Overview
To meet more diversified and complex business requirements, OpenSearch provides the vector search feature. In specific scenarios, especially test question search and image search scenarios, you can use the vector search feature together with the multimodal search feature to improve the accuracy of search results. This topic describes the syntax and usage notes of vector indexes.
Syntax
query = vector_index:'Vector'
Example: Use a 64-dimensional vector index to query data
vector: '0.377796,-0.958450,0.409853,-0.238177,-1.293826,0.356797,-0.295727,0.847301,-1.220337,0.148032,-1.128458,0.903187,0.509352,0.293686,-1.005852,-0.488839,0.888227,-0.555556,-0.658025,0.267552,-0.567601,0.003045,0.591734,-0.515983,-1.316453,-1.462450,0.091946,1.554954,0.384802,0.720498,0.144338,1.217826,0.724039,0.044212,0.571332,-1.425430,0.618965,0.481887,-1.617787,1.505416,-0.683652,1.030900,0.562021,0.162437,0.816546,0.112229,-0.739288,-0.342643,-0.199292,0.508368,-1.384887,-1.842170,0.952622,-1.699499,0.199430,-0.232464,-0.273227,-0.383696,-0.511302,0.005458,1.873572,-0.926169,-0.417587,-0.660156'
Examples
Syntax for a query that includes a specified threshold value
Description: specifies that a vector is not involved in the retrieval process if its score is lower than the specified lower threshold value or higher than the specified upper threshold value.

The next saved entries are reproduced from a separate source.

def run_nightly(
    inbox,
    config: NightlyConfig | None = None,
    db_url: str | None = None,
    store: Store | None = None,
    quarantine_dir=None,
    workers: int = 1,
    dask=None,
    settle_s: float = 0.0,
    lease_s: float = DEFAULT_LEASE_S,
    progress: bool = False,
    report: str | None = None,
) -> NightlyResult:
    """Score every complete, unscored session in ``inbox`` once; see the module docstring.

    Parameters
    ----------
    inbox : folder scanned recursively.
    config : from :func:`scorer.qc.config.load_config` (None: :func:`default_config`).
    db_url : SQLAlchemy URL (default: SQLite file ``limen-nightly.sqlite`` beside the inbox).
    store : an open :class:`Store` (instead of ``db_url``).
    quarantine_dir : where unusable files go (default ``<inbox>/quarantine``, skipped by the scan).
    workers : local processes scoring sessions in parallel.
    dask : a Dask scheduler address (``tcp://host:8786``) or cluster object: score there instead.
    settle_s : files modified less than this many seconds ago are left for the next run (still arriving).
    lease_s : a claim not renewed for this long is taken over by another run.
    report : path of the trend report the caller will write (named in the alert e-mail).
    """
    from scorer.qc.tables import utcnow

    t_start = time.perf_counter()
    run_started = utcnow()
    inbox, qdir = check_inbox(inbox, quarantine_dir)
    # absolute paths: a Dask worker started in another folder reads the same files
    inbox, qdir = Path(inbox).expanduser().resolve(), Path(qdir).expanduser().resolve()
    config = config or default_config()
    own_store = store is None
    store = store or open_store(db_url or default_db_url(inbox.resolve().parent))
    result = NightlyResult(db=display_url(store.url))
    tm = _Timer()
    try:
        # the runner starts first: a process pool's workers start and import while the inbox is scanned, and
        # an unreachable Dask scheduler is reported before any work is done
        with make_runner(workers, dask) as runner:
            result.runner = runner.name
            hash_threads = max(1, min(int(workers or 1), os.cpu_count() or 1)) if dask is None else 1
            _scan(inbox, qdir, config, store, settle_s, result, tm, progress, hash_threads)
            fault_point("scanned")
            _score(config, store, qdir, runner, lease_s, result, tm, progress)
        t = time.perf_counter()
        for key, imgs in sorted(store.free_groups().items()):
            det = config.by_name(imgs[0]["detector"])
            result.waiting.append(
                {
                    "detector": imgs[0]["detector"],
                    "session_date": imgs[0]["session_date"],
                    "group": key,
                    "images": len(imgs),
                    "needed": det.min_images,
                }
            )
        result.missing = store.find_missing(config, config.alerts, result.accepted, result.quarantined)
        result.warnings += _tag_warnings(result.tag_flags)
        result.pending = store.unreported()
        result.earlier = [a for a in result.pending if a["created_at"] < run_started]
        tm.add("db_s", time.perf_counter() - t)
        if config.smtp is not None:
            _email(config, store, result, report, run_started)
    finally:
        if own_store:
            store.close()
    tm.add("wall_s", time.perf_counter() - t_start)
    result.timings = {k: round(v, 4) for k, v in tm.t.items()}
    return result
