Method (one image)
------------------
* **Where.**  The plate (the layout's outline inset by 2 mm) and every site's region, without the markers'
  footprints.  The signal discs' footprints are kept, with an allowance for the disc (below).
* **Relative residual.**  e = g / b − 1, b a smooth background: a normalised Gaussian convolution
  (σ = 8 px, computed on a 4 × 4-binned grid) of the tested pixels, leaving out the discs, the markers and,
  in a second pass, the pixels the first pass flagged (normalised convolution, Knutsson & Westin 1993).
  A heel effect, scatter pedestal or smooth non-uniformity goes into b, not into e.
* **Noise scale.**  σ of e in 64 × 64-pixel blocks, from the median absolute deviation: σ = 1.4826·MAD
  (consistent for Gaussian noise; Rousseeuw & Croux 1993), so neither the defects nor the discs inflate it.
  Where values are quantised (8-bit images, noise of about a grey level) the MAD can collapse, so where it is
  below two grey steps the scale is the larger of it and the SD of the block's values winsorised at their 1st
  and 99th percentiles (÷ 0.982, the same scale for Gaussian data); the grey step's rounding variance q²/12 is
  added (Sheppard's correction): a one-level departure is never a defect.
* **Pixels.**  A pixel is flagged when |e| > z·σ, with z = Φ⁻¹(1 − α/(2N)) for N pixels tested (Šidák's
  bound for N tests): a clean image with Gaussian noise then holds α flagged pixels on average (α = 10⁻³ per
  image by default).  In a signal disc's footprint the bound is widened by twice the disc's nominal contrast,
  so a disc is never a defect.  Flagged pixels are grouped (8-connected) and named: hot pixel, hot cluster,
  dark pixel, dark spot (dust), saturated pixels.
* **Lines.**  Each row and each column is cut into 128-pixel segments; the 10 %-winsorised mean of e over a
  segment (robust like a median, but smooth on quantised values), times √(pixels in it), is compared with the
  robust SD of that statistic over all segments of the image (never below the pixels' σ, its value for white
  noise), with the same α-bound over the number of segments.  The empirical scale absorbs correlated noise and
  periodic patterns (grid lines move every column alike, so none stands out).  Flagged segments of a line merge
  into a line defect, named by what its pixels are: saturated (≥ half at the image's plateau maximum), dead
  (≤ 20 % of the background), else dark or bright by its median departure.  Adjacent lines of one kind merge
  ("dead columns 87–88").  Rows and columns are counted from 0.
* **Saturation.**  A plateau at the image maximum is clipping.  When the plateau pixels outside the line
  defects are widespread (≥ 0.1 % of the image, :func:`scorer.observer.npw.saturation_level`), it is an
  over-exposure, not a defect: those pixels are not flagged and the observer refuses the sites that touch them
  (advising a lower dose).  A saturated line or a few saturated pixels are defects.

Across the images of a set, :func:`fixed_spots` finds spots that sit at the same pixels in every image (dust
on the detector, a faint defect) in the mean residual, whose noise is σ/√n.

Sites
-----
A defect (dilated by one pixel) that reaches a site's disc footprint (the template's support, the region's
inner radius + 1 px; :func:`scorer.observer.npw.site_regions`) excludes the site, with the defect's name as
the reason, and the whole M-AFC trial of that image and target is left out: a decision among M − 1 sites is
not an M-AFC trial (the count method), and the d′ method pools one noise SD over the sites of a diameter, which
a template with pixels removed would no longer share (for discs of about a pixel, a masked pixel removes most
of the signal).  A defect only in the site's background ring is masked instead: its pixels leave the target's
shared background fit (and the template, whose weight there is nil), the response stays an unbiased contrast
estimate with almost the same noise, and the site is kept — unless the defects cover more than half of the ring.
A thin line crossing a row of sites thus costs the trials whose discs it crosses, not every trial it touches.

References
----------
.. [1] Rousseeuw, P. J. & Croux, C. "Alternatives to the median absolute deviation", J. Am. Stat. Assoc. 88
       (1993) — the MAD and its consistency factor 1.4826 for Gaussian data.
.. [2] Šidák, Z. "Rectangular confidence regions for the means of multivariate normal distributions",
       J. Am. Stat. Assoc. 62 (1967) — the per-test level for a family-wise error over N tests.
.. [3] Knutsson, H. & Westin, C.-F. "Normalized and differential convolution", Proc. IEEE CVPR (1993).
"""

from __future__ import annotations

import warnings
from dataclasses import dataclass, field

import numpy as np
from scipy import ndimage, stats

from scorer.errors import LimenError

#: expected number of pixels (and, separately, line segments) flagged in a clean image
DEFAULT_FALSE_FLAG_RATE = 1e-3
MAD_TO_SD = 1.4826
SMOOTH_SIGMA_PX = 8.0
BIN = 4
BLOCK_PX = 64
SEGMENT_PX = 128
PLATE_INSET_MM = 2.0
DISC_ALLOWANCE = 2.0  # × the disc's nominal contrast, in its footprint
DEAD_LEVEL = -0.8  # relative departure at or below which a line is "dead"
CLIPPING_FRACTION = 1e-3


# --------------------------------------------------------------------------- statistics
def robust_sd(x) -> float:
    """Gaussian-consistent scale of ``x``: 1.4826 × the median absolute deviation (Rousseeuw & Croux 1993)."""
    x = np.asarray(x, float)
    x = x[np.isfinite(x)]
    if x.size == 0:
        return float("nan")
    return float(MAD_TO_SD * np.median(np.abs(x - np.median(x))))


def outlier_z(n_tested: int, false_flag_rate: float = DEFAULT_FALSE_FLAG_RATE) -> float:
    """Two-sided Gaussian bound z with n_tested · P(|Z| > z) = false_flag_rate (Šidák 1967, first order)."""
    if not (0 < false_flag_rate < 1):
        raise LimenError(f"false-flag rate must lie between 0 and 1, got {false_flag_rate:g}")
    return float(stats.norm.isf(false_flag_rate / (2.0 * max(int(n_tested), 1))))


def relative_residual(pixels: np.ndarray, weight: np.ndarray, sigma_px: float = SMOOTH_SIGMA_PX, bin_px: int = BIN):
    """e = g/b − 1 and b, b a local-linear normalised Gaussian convolution of the pixels where ``weight`` is true.

    At each point b is the intercept of a plane fitted by Gaussian-weighted least squares (σ = ``sigma_px``)
    to the weighted pixels about it (first-order normalised convolution, Knutsson & Westin 1993): a linear
    trend (heel effect) is followed without bias up to the edge of the weighted region, where a plain weighted
    mean would lag by the gradient × the weights' offset.  Computed on a ``bin_px``-binned grid and
    interpolated back (bilinear); points with too little weight nearby get the weighted mean, or the median
    level of the weighted pixels.
    """
    g = np.asarray(pixels, float)
    H, W = g.shape
    hp, wp = -(-H // bin_px) * bin_px, -(-W // bin_px) * bin_px
    w = np.zeros((hp, wp))
    gw = np.zeros((hp, wp))
    w[:H, :W] = weight
    gw[:H, :W] = np.where(weight, g, 0.0)
    wb = w.reshape(hp // bin_px, bin_px, wp // bin_px, bin_px).sum(axis=(1, 3))
    gb = gw.reshape(hp // bin_px, bin_px, wp // bin_px, bin_px).sum(axis=(1, 3))
    with np.errstate(invalid="ignore", divide="ignore"):
        gm = np.where(wb > 0, gb / np.maximum(wb, 1e-300), 0.0)  # mean of each bin's weighted pixels
    s = sigma_px / bin_px
    y, x = np.mgrid[0 : wb.shape[0], 0 : wb.shape[1]].astype(float)

    # Gaussian-weighted moments about each point: Σ G·w·(1, dx, dy, dx², dx·dy, dy²) and Σ G·w·g·(1, dx, dy)
    def filt(a):
        return ndimage.gaussian_filter(a, s, mode="constant")

    m0, mx, my = filt(wb), filt(wb * x), filt(wb * y)
    mxx, mxy, myy = filt(wb * x * x), filt(wb * x * y), filt(wb * y * y)
    g0, gx, gy = filt(wb * gm), filt(wb * gm * x), filt(wb * gm * y)
    sx, sy = mx - x * m0, my - y * m0
    sxx = mxx - 2 * x * mx + x * x * m0
    sxy = mxy - x * my - y * mx + x * y * m0
    syy = myy - 2 * y * my + y * y * m0
    tx, ty = gx - x * g0, gy - y * g0
    M = np.stack([np.stack([m0, sx, sy], -1), np.stack([sx, sxx, sxy], -1), np.stack([sy, sxy, syy], -1)], -2)
    rhs = np.stack([g0, tx, ty], -1)
    level = float(np.median(gm[wb > 0])) if np.any(wb > 0) else float(np.median(g))
    total = float(wb.max()) if wb.size else 0.0
    with np.errstate(invalid="ignore", divide="ignore"):
        det = np.linalg.det(M)
        scale3 = np.maximum(m0, 1e-300) * np.maximum(sxx * syy / np.maximum(m0, 1e-300), 0) + 1e-300
        ok = (m0 > 1e-2 * total) & (np.abs(det) > 1e-6 * scale3)
        sol = np.full(m0.shape, np.nan)
        if ok.any():
            sol[ok] = np.linalg.solve(M[ok], rhs[ok][..., None])[..., 0, 0]
        mean0 = np.where(m0 > 1e-6 * max(total, 1e-300), g0 / m0, level)
        small = np.where(ok & np.isfinite(sol), sol, mean0)
    # bilinear back to the pixel grid: the binned sample k sits at pixel (k + 0.5)·bin − 0.5
    b = _bilinear_up(small, (H, W), bin_px)
    if not np.all(b > 0):
        raise LimenError("the smooth background is not positive everywhere; is the image linearised?")
    return g / b - 1.0, b
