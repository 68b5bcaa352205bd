"""The smallest change of threshold contrast the configured alert rules can detect, per diameter.

From a baseline's own scatter (σ, the median within-session SE, K sessions; :mod:`scorer.qc.control`)
and the rules' settings, the rise of C_T at which a session lying exactly at the changed value
crosses each rule's limit — detected with probability about one half; a change twice as far beyond
the limit (in σ units) is detected almost always:

* Shewhart: 10^(L √(σ² + σ²/K)) (the session's own SE taken as at most σ);
* baseline rule: the CI's lower end above (1 + f)·baseline: (1 + f) · 10^(z₉₇.₅ · SE_within);
* EWMA, for a sustained shift, once z_t has settled: 10^(L σ √(λ/(2 − λ) + 1/K)) (Montgomery,
  *Introduction to Statistical Quality Control*, 6th ed. (2009), §9.2, eq. 9.26, from memory).

The kerma equivalent uses the Rose model, C_T ∝ K_a^(−1/2) (Rose, J. Opt. Soc. Am. 38 (1948)): a
threshold ratio r corresponds to a kerma fall of 1 − 1/r².  A quantum-limited panel follows it; where
electronic or structure noise matters (small discs, low dose), thresholds rise faster and the kerma
figure is conservative.
"""

from __future__ import annotations

from collections.abc import Hashable, Iterable, Mapping
from typing import TYPE_CHECKING, Any

import numpy as np
import pandas as pd
from scipy import stats

from scorer.qc.control import ewma_halfwidth, shewhart_halfwidth

if TYPE_CHECKING:
    from scorer.qc.config import AlertRules


Z975 = float(stats.norm.ppf(0.975))


def detectable_change(baseline: pd.DataFrame, rules: AlertRules) -> pd.DataFrame:
    """Per diameter: the smallest rise of C_T (as a ratio) the configured rules flag in one session and
    for a sustained shift, the rule that flags it, and the kerma fall of the same size by the Rose model.

    ``baseline``: from :func:`scorer.qc.control.compute_baseline`; ``rules``: :class:`AlertRules`.
    """
    rows = []
    records: Iterable[Any] = baseline.sort_values("diameter_mm").itertuples()  # rows of float columns
    for r in records:
        s, k = float(r.sigma_log10), int(r.n_sessions)
        se_w = float(r.se_within_log10) if r.se_within_log10 is not None and np.isfinite(r.se_within_log10) else s
        single = {}
        if "shewhart" in rules.rules and s > 0:
            single["shewhart"] = 10 ** shewhart_halfwidth(s, k, rules)
        if "baseline" in rules.rules:
            single["baseline"] = (1 + rules.worse_fraction) * 10 ** (Z975 * se_w)
        sustained = dict(single)
        if "ewma" in rules.rules and s > 0:
            sustained["ewma"] = 10 ** ewma_halfwidth(s, k, rules, 10**6)
        one = min(single.items(), key=lambda kv: kv[1]) if single else (None, np.nan)
        sus = min(sustained.items(), key=lambda kv: kv[1]) if sustained else (None, np.nan)
        rows.append(
            {
                "diameter_mm": float(r.diameter_mm),
                "sigma_log10": s,
                "n_sessions": k,
                "single_session_ratio": float(one[1]),
                "single_session_rule": one[0],
                "sustained_ratio": float(sus[1]),
                "sustained_rule": sus[0],
                "kerma_fall_single": float(1 - 1 / one[1] ** 2) if one[0] else np.nan,
                "kerma_fall_sustained": float(1 - 1 / sus[1] ** 2) if sus[0] else np.nan,
            }
        )
    return pd.DataFrame(rows)


def sensitivity_sentence(row: Mapping[Hashable, Any]) -> str:
    """One line: 'rise ×1.42 in one session (shewhart) — a kerma fall of 50 %; ×1.21 sustained (ewma) — 32 %'."""

    def part(ratio: float, rule: str | None, fall: float, what: str) -> str:
        if not rule:
            return f"no rule for {what}"
        return f"×{ratio:.3g} {what} ({rule}; kerma fall ≈ {100 * fall:.0f} % by the Rose model)"

    return (
        part(row["single_session_ratio"], row["single_session_rule"], row["kerma_fall_single"], "in one session")
        + ", "
        + part(row["sustained_ratio"], row["sustained_rule"], row["kerma_fall_sustained"], "sustained")
    )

Parameter format: &sf=number
Example:
query=index_name:'0.1,0.2,0.98,0.6;0.3,0.4,0.98,0.6&sf=0.8'
Syntax for a query for top N vectors
Description: specifies the top N vectors that can be returned.
Parameter format: &n=number
Concatenate the N parameter after the vector.
Example:
query=vector_index:'0.1,0.2,0.98,0.6;0.3,0.4,0.98,0.6&n=10'
Syntax for a query for sorting the results based on the scores of vectors
Description: specifies the proxima_score ()
function in the sort expression to sort query results based on the scores of vectors.
Procedure:
Create a fine sort policy.
Note: Specify the name of the vector index as the parameter of the proxima_score function.
The following figure shows that the created fine sort policy is used to perform a test on the Search Test page.
The vector distance supports two types. By default, the system adopts the Euclidean distance (l2) as the type of distance.
Inner product distance (ip): The larger the vector score, the higher the document relevance.
Euclidean distance (l2): The smaller the vector score, the higher the document relevance.
Usage notes
By default, the system adopts the Euclidean distance (l2) as the type of vector distance when a vector index is built. If you want to adopt the inner product distance (ip), you must normalize the vector of the inner product distance type before you pass the data to the engine.
Vector indexes are applicable only to fields of the DOUBLE_ARRAY type.
OpenSearch supports 64-dimensional, 128-dimensional, 256-dimensional, and 512-dimensional vector analyzers. Fields of the DOUBLE_ARRAY type must also contain 64, 128, 256, or 512 elements to match each type of vector analyzer.
The maximum length of a vector index is 4 KB before encoding. A query supports up to two vector indexes.